● What the task asks: Could you retype every entry below exactly as written?

● Entries taken from a collection:
= = =

For Gaussian data ``T`` has mean 0 and, as n grows, variance
``(pi/2 - 1) / n``, which gives the textbook ``u = T sqrt(n / (pi/2 - 1))``
flagged when ``|u| > 3``. That asymptote is badly wrong for small strips: the
robust scale in the denominator gives ``T`` heavy tails, and the rule flags
about 6 % of clean strips at n = 5 instead of 0.27 %.

Calibration. pointsift maps ``T`` through its own null distribution at the
strip's n, so that ``u`` is a *z-equivalent*: ``P(|u| > z) = P(|Z| > z)`` for
Gaussian data of any n, and ``|u| > 3`` flags 0.27 % of clean strips whatever
their size. The null distribution of ``|T|`` does not depend on the mean or
sd of the data (``T`` is location and scale invariant), only on n. It was
simulated once (:func:`build_null_table`, seed ``NULL_TABLE_SEED``; 10**6
Gaussian samples per n for n = 5..100, 5 x 10**5 for n = 101..200, 2 x 10**5
for n = 250, 300, 400, 500, 750, 1000, 1500, 2000) and its quantiles at the
two-sided Gaussian levels ``z = 0.25, 0.5, ..., 3.5`` are shipped in
:mod:`pointsift.methods._strips_null_table`; the calibration lives in
:mod:`pointsift.methods.strips_calibration`. Then

* ``|u|`` is the piecewise-linear interpolation of ``|T|`` between the
  tabulated quantiles (``|T| = 0`` maps to 0); beyond the ``z = 3.5`` quantile
  ``|u|`` grows in proportion to ``|T|`` (no tail calibration there; such a
  strip is flagged anyway); the sign of ``u`` is the sign of ``mean - median``;
* for n between tabulated sizes above 200, the scaled quantiles
  ``q sqrt(n)`` are interpolated linearly in ``1/n``; beyond n = 2000 they are
  interpolated between n = 2000 and the asymptote ``z sqrt(pi/2 - 1)`` at
  ``1/n = 0``. Above n = 200 the small difference between odd and even n is
  ignored.

A strip with fewer than ``min_n`` points (default 5, the smallest tabulated
size) is *too small to judge*, and so is a strip whose IQR is 0 (no spread
to scale by): ``u`` is NaN and ``flagged`` is False, with the reason in
``note``.

The *extreme value* of a strip is the point farthest from the strip median on
the side the mean leans to (the maximum when ``mean >= median``, else the
minimum); ties go to the lower row number. Its row (position in the input
arrays) is ``extreme_row``, so a screen can cite it as evidence when the strip
is flagged.
"""

from __future__ import annotations

import math
from dataclasses import dataclass

import numpy as np
import pandas as pd

from ..errors import ConfigError, InputError
from ..vocabulary import direction_words
from .strips_calibration import (  # re-exported: importable from here as before
    NULL_TABLE_SEED,
    TABLE_SIZES,
    Z_LEVELS,
    build_null_table,
    calibrate_u,
    null_abs_quantiles,
    simulate_mean_median_ratio,
)
from .summary import SIGMA_FROM_IQR

__all__ = [
    "StripResult",
    "strip_summary",
    "strip_width",
    "calibrate_u",
    "null_abs_quantiles",
    "simulate_mean_median_ratio",
    "build_null_table",
    "plot_strip_profiles",
    "flagged_strip_evidence",
    "DEFAULT_DIRECTIONS",
    "MIN_STRIP_N",
    "FLAG_U",
    "NULL_TABLE_SEED",
    "Z_LEVELS",
    "TABLE_SIZES",
]

#: West-east strips (direction 90) and south-north strips (direction 0).
DEFAULT_DIRECTIONS: tuple[float, ...] = (90.0, 0.0)
#: Smallest strip judged (and the smallest n in the calibration table).
MIN_STRIP_N = 5
#: A strip is flagged when ``|u|`` exceeds this (two-sided 0.27 %).
FLAG_U = 3.0

_NICE = np.array([1.0, 2.0, 2.5, 5.0, 10.0])


# --------------------------------------------------------------------------- strips


@dataclass(frozen=True)
class StripResult:
    """Strip tables of one or more strip families.

    Attributes
    ----------
    table : pandas.DataFrame
        One row per strip and direction (empty strips between the first and
        last included, with ``n = 0``). Columns: ``direction``, ``strip``,
        ``n``, ``mean``, ``median``, ``sd``, ``min``, ``max``, ``p05``,
        ``p25``, ``p75``, ``p95``, ``iqr``, ``mean_minus_median``, ``u``,
        ``flagged``, ``note``, ``extreme_row``, ``extreme_value``,
        ``across_from``, ``across_to``, ``width`` and ``geometry`` (shapely
        polygon of the strip footprint, work-CRS coordinates).
        ``gpd.GeoDataFrame(table, geometry="geometry", crs=work_crs)`` makes
        it a layer.
    membership : pandas.DataFrame
        One row per input point, one int column per direction named
        ``strip_<direction>`` (e.g. ``strip_90``), ``-1`` for unusable points.
    widths : dict
        Strip width (metres) used for each direction.
    min_n : int
        Smallest strip judged.
    flag_u : float
        ``|u|`` above which a strip is flagged.
    """

    table: pd.DataFrame
    membership: pd.DataFrame
    widths: dict
    min_n: int
    flag_u: float

    @property
    def flagged(self) -> pd.DataFrame:
        """Rows of flagged strips."""
        return self.table[self.table["flagged"]]


def _normalise_direction(direction) -> float:
    try:
        value = float(direction)
    except (TypeError, ValueError):
        raise ConfigError(f"Strip direction {direction!r} is not a number; give an azimuth in degrees, e.g. 90.") from None
    if not math.isfinite(value):
        raise ConfigError(f"Strip direction {direction!r} is not a finite azimuth in degrees.")
    value = value % 180.0
    return 0.0 if math.isclose(value, 180.0) else value


def _axes(direction: float) -> tuple[np.ndarray, np.ndarray]:
    theta = math.radians(direction)
    along = np.array([math.sin(theta), math.cos(theta)])
    phi = math.radians((direction - 90.0) % 180.0)
    across = np.array([math.sin(phi), math.cos(phi)])
    # Exact zeros keep axis-aligned strips exactly axis-aligned.
    return np.where(np.abs(along) < 1e-15, 0.0, along), np.where(np.abs(across) < 1e-15, 0.0, across)


def _nice(width: float) -> float:
    exponent = math.floor(math.log10(width))
    mantissa = width / 10.0**exponent
    choice = _NICE[np.argmin(np.abs(np.log(_NICE / mantissa)))]
    return float(choice * 10.0**exponent)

= = =

● Exercise solution:
For Gaussian data ``T`` has mean 0 and, as n grows, variance
``(pi/2 - 1) / n``, which gives the textbook ``u = T sqrt(n / (pi/2 - 1))``
flagged when ``|u| > 3``. That asymptote is badly wrong for small strips: the
robust scale in the denominator gives ``T`` heavy tails, and the rule flags
about 6 % of clean strips at n = 5 instead of 0.27 %.

Calibration. pointsift maps ``T`` through its own null distribution at the
strip's n, so that ``u`` is a *z-equivalent*: ``P(|u| > z) = P(|Z| > z)`` for
Gaussian data of any n, and ``|u| > 3`` flags 0.27 % of clean strips whatever
their size. The null distribution of ``|T|`` does not depend on the mean or
sd of the data (``T`` is location and scale invariant), only on n. It was
simulated once (:func:`build_null_table`, seed ``NULL_TABLE_SEED``; 10**6
Gaussian samples per n for n = 5..100, 5 x 10**5 for n = 101..200, 2 x 10**5
for n = 250, 300, 400, 500, 750, 1000, 1500, 2000) and its quantiles at the
two-sided Gaussian levels ``z = 0.25, 0.5, ..., 3.5`` are shipped in
:mod:`pointsift.methods._strips_null_table`; the calibration lives in
:mod:`pointsift.methods.strips_calibration`. Then

* ``|u|`` is the piecewise-linear interpolation of ``|T|`` between the
  tabulated quantiles (``|T| = 0`` maps to 0); beyond the ``z = 3.5`` quantile
  ``|u|`` grows in proportion to ``|T|`` (no tail calibration there; such a
  strip is flagged anyway); the sign of ``u`` is the sign of ``mean - median``;
* for n between tabulated sizes above 200, the scaled quantiles
  ``q sqrt(n)`` are interpolated linearly in ``1/n``; beyond n = 2000 they are
  interpolated between n = 2000 and the asymptote ``z sqrt(pi/2 - 1)`` at
  ``1/n = 0``. Above n = 200 the small difference between odd and even n is
  ignored.

A strip with fewer than ``min_n`` points (default 5, the smallest tabulated
size) is *too small to judge*, and so is a strip whose IQR is 0 (no spread
to scale by): ``u`` is NaN and ``flagged`` is False, with the reason in
``note``.

The *extreme value* of a strip is the point farthest from the strip median on
the side the mean leans to (the maximum when ``mean >= median``, else the
minimum); ties go to the lower row number. Its row (position in the input
arrays) is ``extreme_row``, so a screen can cite it as evidence when the strip
is flagged.
"""

from __future__ import annotations

import math
from dataclasses import dataclass

import numpy as np
import pandas as pd

from ..errors import ConfigError, InputError
from ..vocabulary import direction_words
from .strips_calibration import (  # re-exported: importable from here as before
    NULL_TABLE_SEED,
    TABLE_SIZES,
    Z_LEVELS,
    build_null_table,
    calibrate_u,
    null_abs_quantiles,
    simulate_mean_median_ratio,
)
from .summary import SIGMA_FROM_IQR

__all__ = [
    "StripResult",
    "strip_summary",
    "strip_width",
    "calibrate_u",
    "null_abs_quantiles",
    "simulate_mean_median_ratio",
    "build_null_table",
    "plot_strip_profiles",
    "flagged_strip_evidence",
    "DEFAULT_DIRECTIONS",
    "MIN_STRIP_N",
    "FLAG_U",
    "NULL_TABLE_SEED",
    "Z_LEVELS",
    "TABLE_SIZES",
]

#: West-east strips (direction 90) and south-north strips (direction 0).
DEFAULT_DIRECTIONS: tuple[float, ...] = (90.0, 0.0)
#: Smallest strip judged (and the smallest n in the calibration table).
MIN_STRIP_N = 5
#: A strip is flagged when ``|u|`` exceeds this (two-sided 0.27 %).
FLAG_U = 3.0

_NICE = np.array([1.0, 2.0, 2.5, 5.0, 10.0])


# --------------------------------------------------------------------------- strips


@dataclass(frozen=True)
class StripResult:
    """Strip tables of one or more strip families.

    Attributes
    ----------
    table : pandas.DataFrame
        One row per strip and direction (empty strips between the first and
        last included, with ``n = 0``). Columns: ``direction``, ``strip``,
        ``n``, ``mean``, ``median``, ``sd``, ``min``, ``max``, ``p05``,
        ``p25``, ``p75``, ``p95``, ``iqr``, ``mean_minus_median``, ``u``,
        ``flagged``, ``note``, ``extreme_row``, ``extreme_value``,
        ``across_from``, ``across_to``, ``width`` and ``geometry`` (shapely
        polygon of the strip footprint, work-CRS coordinates).
        ``gpd.GeoDataFrame(table, geometry="geometry", crs=work_crs)`` makes
        it a layer.
    membership : pandas.DataFrame
        One row per input point, one int column per direction named
        ``strip_<direction>`` (e.g. ``strip_90``), ``-1`` for unusable points.
    widths : dict
        Strip width (metres) used for each direction.
    min_n : int
        Smallest strip judged.
    flag_u : float
        ``|u|`` above which a strip is flagged.
    """

    table: pd.DataFrame
    membership: pd.DataFrame
    widths: dict
    min_n: int
    flag_u: float

    @property
    def flagged(self) -> pd.DataFrame:
        """Rows of flagged strips."""
        return self.table[self.table["flagged"]]


def _normalise_direction(direction) -> float:
    try:
        value = float(direction)
    except (TypeError, ValueError):
        raise ConfigError(f"Strip direction {direction!r} is not a number; give an azimuth in degrees, e.g. 90.") from None
    if not math.isfinite(value):
        raise ConfigError(f"Strip direction {direction!r} is not a finite azimuth in degrees.")
    value = value % 180.0
    return 0.0 if math.isclose(value, 180.0) else value


def _axes(direction: float) -> tuple[np.ndarray, np.ndarray]:
    theta = math.radians(direction)
    along = np.array([math.sin(theta), math.cos(theta)])
    phi = math.radians((direction - 90.0) % 180.0)
    across = np.array([math.sin(phi), math.cos(phi)])
    # Exact zeros keep axis-aligned strips exactly axis-aligned.
    return np.where(np.abs(along) < 1e-15, 0.0, along), np.where(np.abs(across) < 1e-15, 0.0, across)


def _nice(width: float) -> float:
    exponent = math.floor(math.log10(width))
    mantissa = width / 10.0**exponent
    choice = _NICE[np.argmin(np.abs(np.log(_NICE / mantissa)))]
    return float(choice * 10.0**exponent)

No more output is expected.